From: Jeff Layton @ 2026-04-16 17:35 UTC (permalink / raw)
To: Alexander Viro, Christian Brauner, Jan Kara, Chuck Lever,
Alexander Aring, Steven Rostedt, Masami Hiramatsu,
Mathieu Desnoyers, Jonathan Corbet, Shuah Khan, NeilBrown,
Olga Kornievskaia, Dai Ngo, Tom Talpey, Trond Myklebust,
Anna Schumaker, Amir Goldstein
Cc: Calum Mackay, linux-fsdevel, linux-kernel, linux-trace-kernel,
linux-doc, linux-nfs, Jeff Layton
In-Reply-To: <20260416-dir-deleg-v2-0-851426a550f6@kernel.org>
The break_lease_block tracepoint currently just shows the type of
"new_fl", which we can predict from the "flags" value. Switch it to
display info about "fl" instead, as that's the file_lease on which the
code is blocking.
For trace_break_lease_unblock(), pass it a NULL pointer. "fl" may have
been freed by that point, and passing it the info in new_fl is
deceptive.
Signed-off-by: Jeff Layton <jlayton@kernel.org>
---
fs/locks.c | 4 ++--
1 file changed, 2 insertions(+), 2 deletions(-)

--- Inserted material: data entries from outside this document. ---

FLAGS["remove"] = "--remove"
FLAGS.update(job="JOB", session="SESSION", template="TEMPLATE", readings="READINGS")


class _Parser(argparse.ArgumentParser):
    """argparse that reports a usage mistake in one line and exits with 2."""

    def error(self, message: str) -> None:  # noqa: D102 - argparse hook
        where = "" if self.prog == "placer" else f"{self.prog.removeprefix('placer ')}: "
        self.exit(EXIT_BAD_INPUT, f"placer: error: {where}{message} "
                                  f"(expected the arguments of '{self.prog} --help')\n")


def build_parser() -> argparse.ArgumentParser:
    parser = _Parser(
        prog="placer",
        description="Turn a rotor's required correction into stock parts on its fixed "
                    "positions (bolt holes, blades, rim slots): the proven least residual "
                    "for each number of parts, checked against ISO 21940-11 tolerances.",
        epilog="Exit codes: 0 within tolerance, 1 a plane outside tolerance, 2 bad input, 3 "
               "stopped at the time or memory limit (every command takes --time-limit and "
               "--memory-limit), 4 (placer field) a plan from data that fails the "
               "checks; each command's --help says what they mean for it.")
    from placer import __version__

    parser.add_argument("--version", action="version", version=f"placer {__version__}")
    sub = parser.add_subparsers(dest="command", metavar="COMMAND", parser_class=_Parser)

    solve = sub.add_parser("solve", help="plan the parts for a job file and print the sheet",
                           description="Read a job file (TOML), find for every part count the "
                                       "proven least residual, choose the plan and print the "
                                       "fitting sheet.")
    solve.add_argument("job", metavar="JOB", help="job file (TOML), see examples/")
    solve.add_argument("--json", action="store_true",
                       help="print one JSON object instead of the sheet")
    _engine_options(solve, DEFAULT_TIME_LIMIT_S)
    solve.add_argument("--aim-share", type=float, default=None, metavar="S",
                       help="share of each plane's tolerance the plan aims at, e.g. 0.7 "
                            "(default: the job's aim_share, else 0.7)")
    solve.add_argument("--parts", type=int, default=None, metavar="N",
                       help="print and draw the plan of N parts on every plane instead of "
                            "the one chosen")
    _width_option(solve, "sheet")
    solve.add_argument("--min-chance", type=float, default=None, metavar="P",
                       help="choose the fewest parts whose chance of staying within tolerance "
                            "once fitted (mass tolerances, rotor.placement_error_deg) is at "
                            "least P, e.g. 0.9")
    solve.add_argument("--samples", type=int, default=DEFAULT_SAMPLES, metavar="N",
                       help=f"Monte Carlo draws per plan for that chance (default {DEFAULT_SAMPLES})")
    solve.add_argument("--seed", type=int, default=DEFAULT_SEED, metavar="S",
                       help=f"seed of the Monte Carlo draws, so runs repeat (default {DEFAULT_SEED})")
    solve.add_argument("--sheet", metavar="FILE",
                       help="also write a printable fitting sheet: .pdf (a page per plane), "
                            ".png or .svg (NAME-1.png... per plane when there are several); "
                            "needs matplotlib")
    solve.add_argument("--force", action="store_true",
                       help="let --sheet overwrite files that exist")

    cats = sub.add_parser("catalogs", help="list the bundled catalogues, or show one",
                          description="Without NAME, list the bundled catalogues; with NAME "
                                      "(a bundled name or a catalogue file), show its items.")
    cats.add_argument("name", metavar="NAME", nargs="?", help="bundled name or file path")
    cats.add_argument("--json", action="store_true", help="print JSON instead of a table")
    _units_option(cats)
    _budget_options(cats)

    tol = sub.add_parser("tolerance", help="permissible residual unbalance from a grade",
                         description="U_per = 1000·G·m/ω per ISO 21940-11, and its share per "
                                     "correction plane.")
    tol.add_argument("--grade", required=True, help="balance quality grade, e.g. G2.5")
    _rotor_mass_options(tol)
    tol.add_argument("--rpm", required=True, type=float, help="maximum service speed [r/min]")
    tol.add_argument("--planes", type=int, default=2, choices=(1, 2),
                     help="correction planes to share U_per between (default 2)")
    distances = tol.add_mutually_exclusive_group()
    distances.add_argument("--distances-mm", type=float, nargs=2, metavar=("L_A", "L_B"),
                           help="distances from the centre of mass to plane A and plane B "
                                "[mm] (lever rule; default equal shares)")
    distances.add_argument("--distances-in", type=float, nargs=2, metavar=("L_A", "L_B"),
                           help="the same in inches")
    _radius_options(tol, required=False,
                    text="radius of the correction positions: each share also as the mass "
                         "at it")
    _units_option(tol)
    tol.add_argument("--json", action="store_true", help="print JSON instead of text")
    _budget_options(tol)
    field = sub.add_parser("field", help="plan from vibration readings of trial runs",
                           description="Read a session file (reference run, trial runs, "
                                       "optional check run), work out the influence "
                                       "coefficients and the correction, and plan the parts "
                                       "for all planes together by least predicted vibration.",
                           epilog="Exit codes: 0 plan printed (predicted at or below "
                                  "[solve] vibration_limit, or no limit given), 1 the "
                                  "chosen plan is still predicted above vibration_limit "
                                  "(the least vibration plan is printed), 2 bad input or "
                                  "database (one line on stderr; nothing saved), 3 stopped "
                                  "at --time-limit (nothing printed or saved), 4 the plan "
                                  "comes from data that fails the checks (a weak trial run, "
                                  "poorly separated planes, amplitude-only runs that do not "
                                  "agree): it is printed and marked, with what to do; 4 is "
                                  "given before 1.")
    field.add_argument("session", metavar="SESSION", help="session file (TOML), see examples/")
    field.add_argument("--json", action="store_true", help="print one JSON object")
    _engine_options(field, DEFAULT_TIME_LIMIT_S)
    field.add_argument("--norm", choices=("max", "rms"),
                       help="least largest reading (max) or least root-sum-square over "
                            "sensors (rms); overrides the session's [solve] norm")
    field.add_argument("--max-parts", type=int, metavar="N",
                       help="most parts in all planes together (overrides [solve] max_parts)")
    field.add_argument("--save", action="store_true",
                       help="store the visit (runs, readings, coefficients, plan) in the "
                            "machine history database, after everything else succeeded; "
                            "runs stored already are not stored again")
    field.add_argument("--db", metavar="FILE",
                       help="history database (default: $PLACER_DB, else placer/history.sqlite "
                            "in the user's data folder)")
    _width_option(field, "sheet")
    field.add_argument("--sheet", metavar="FILE",
                       help="also write the printable visit report: .pdf (every page), .png "
                            "or .svg (NAME-1.png... a file per page); needs matplotlib")
    field.add_argument("--force", action="store_true",
                       help="let --sheet overwrite files that exist")

    machines = sub.add_parser("machines", help="list the machines in the history database",
                              description="List the machines stored in the history database, "
                                          "with their number of visits and the last one "
                                          "(times in UTC).")
    machines.add_argument("--db", metavar="FILE", help="history database (see 'placer field')")
    machines.add_argument("--json", action="store_true", help="print JSON")
    _width_option(machines, "table")
    _budget_options(machines)
    history = sub.add_parser("history", help="show one machine's visits, or one visit",
                             description="Show a machine's stored visits: date (UTC), "
                                         "coefficients, what is on the rotor after each and "
                                         "the largest reading before and after; with "
                                         "--visit N, one visit's runs, readings, "
                                         "coefficients and plan (--sheet: its report); "
                                         "--remove N --force removes one.")
    history.add_argument("machine", metavar="MACHINE", help="machine id, as in [machine] id")
    which = history.add_mutually_exclusive_group()
    which.add_argument("--visit", type=int, metavar="N",
                       help="show visit N of this machine in full")
    which.add_argument("--remove", type=int, metavar="N",
                       help="remove visit N of this machine from the database, with --force "
                            "(without it, says what would be removed and removes nothing)")
    history.add_argument("--db", metavar="FILE", help="history database (see 'placer field')")
    history.add_argument("--json", action="store_true", help="print JSON")
    _width_option(history, "tables")
    history.add_argument("--sheet", metavar="FILE",
                         help="with --visit N: print that visit's report again (.pdf, .png "
                              "or .svg, as 'placer field --sheet')")
    history.add_argument("--force", action="store_true",
                         help="let --sheet overwrite files that exist; confirm --remove")
    _budget_options(history)

    trial = sub.add_parser("trial", help="suggest a trial mass before the first trial run",
                           description="Trial mass whose centrifugal force is 10 % of the "
                                       "rotor's weight (common practice).")
    _rotor_mass_options(trial)
    trial.add_argument("--rpm", required=True, type=float, help="speed of the trial run [r/min]")
    _radius_options(trial, required=True, text="radius the trial weight goes on")
    _units_option(trial)
    _budget_options(trial)

    batch = sub.add_parser("batch", help="plan rotor after rotor of one type from a readings file",
                           description="Solve every rotor of a readings file (CSV or JSON lines: "
                                       "serial and each plane's correction) against a template "
                                       "job file; each result goes to the log PREFIX.jsonl "
                                       "as it is found, the table PREFIX.csv is written "
                                       "whole at the end (or when stopped), bad rows to "
                                       "PREFIX.errors.csv, the summary to PREFIX.summary.json.",
                           epilog="Exit codes: 0 every rotor solved and within tolerance, 1 a "
                                  "rotor outside tolerance or a bad row, 2 bad template or "
                                  "readings file, or outputs that exist or cannot be "
                                  "written.")
    batch.add_argument("template", metavar="TEMPLATE",
                       help="job file (TOML) of the rotor type; planes need no correction")
    batch.add_argument("readings", metavar="READINGS", help="readings file, .csv or .jsonl")
    batch.add_argument("--out", metavar="PREFIX",
                       help="output prefix (default: READINGS with its suffix replaced by "
                            "'.results')")
    batch.add_argument("--jobs", type=int, default=None, metavar="N",
                       help="worker processes (default: one per core this process may use; "
                            "more are capped at that, with a note)")
    again = batch.add_mutually_exclusive_group()
    again.add_argument("--resume", action="store_true",
                       help="keep the rotors already in PREFIX.jsonl and solve the rest "
                            "(refused when a kept rotor's readings changed since, or an "
                            "output is not this run's)")
    again.add_argument("--force", action="store_true", help="overwrite existing outputs")
    _engine_options(batch, DEFAULT_BATCH_TIME_LIMIT_S)
    _new_parser(sub)
    blades = sub.add_parser("blades", help="arrange blades on a disc, proven, then trim",
                            description="Read a blade file (TOML, or a CSV list of blades), "
                                        "find which blade goes in which slot for the least "
                                        "static unbalance (proven, or with a proven lower "
                                        "bound), check it against the tolerance and plan "
                                        "stock parts for what is left ([trim]).",
                            epilog="Exit codes: 0 within tolerance (after the trim, when the "
                                   "file has one) or no tolerance given, 1 outside, 2 bad "
                                   "input, 3 stopped at --time-limit (nothing printed).")
    blades.add_argument("file", metavar="FILE",
                        help="blade file, .toml or .csv (see examples/fan-reblade.toml)")
    blades.add_argument("--move", choices=("new", "fewest", "all"), default=None,
                        help="new: only blades without a slot go into the empty slots; "
                             "fewest: the fewest swaps into the tolerance; all: every blade "
                             "not marked to stay may move (default: the file's [arrange] "
                             "move, else all)")
    blades.add_argument("--json", action="store_true",
                        help="print one JSON object instead of the tables")
    _engine_options(blades, DEFAULT_TIME_LIMIT_S)
    blades.add_argument("--aim-share", type=float, default=None, metavar="S",
                        help="share of the tolerance the trim aims at (default: [trim] "
                             "aim_share, else [rotor] aim_share, else 0.7)")
    _width_option(blades, "tables")
    blades.add_argument("--sheet", metavar="FILE",
                        help="also write the sheet to work from: the disc with every slot's "
                             "blade, the table to tick off and the trim page; .pdf, or "
                             ".png/.svg (NAME-1.png... per page); needs matplotlib")
    blades.add_argument("--force", action="store_true",
                        help="let --sheet replace files that exist")
    return parser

diff --git a/fs/locks.c b/fs/locks.c
index 8e44b1f6c15a..d82c5be7aa5b 100644
--- a/fs/locks.c
+++ b/fs/locks.c
@@ -1691,7 +1691,7 @@ int __break_lease(struct inode *inode, unsigned int flags)
} else
break_time++;
locks_insert_block(&fl->c, &new_fl->c, leases_conflict);
- trace_break_lease_block(inode, new_fl);
+ trace_break_lease_block(inode, fl);
spin_unlock(&ctx->flc_lock);
percpu_up_read(&file_rwsem);
@@ -1702,7 +1702,7 @@ int __break_lease(struct inode *inode, unsigned int flags)
percpu_down_read(&file_rwsem);
spin_lock(&ctx->flc_lock);
- trace_break_lease_unblock(inode, new_fl);
+ trace_break_lease_unblock(inode, NULL);
__locks_delete_block(&new_fl->c);
if (error >= 0) {
/*
--
2.53.0
^ permalink raw reply related
page: next (older) | prev (newer) | latest
- recent:[subjects (threaded)|topics (new)|topics (active)]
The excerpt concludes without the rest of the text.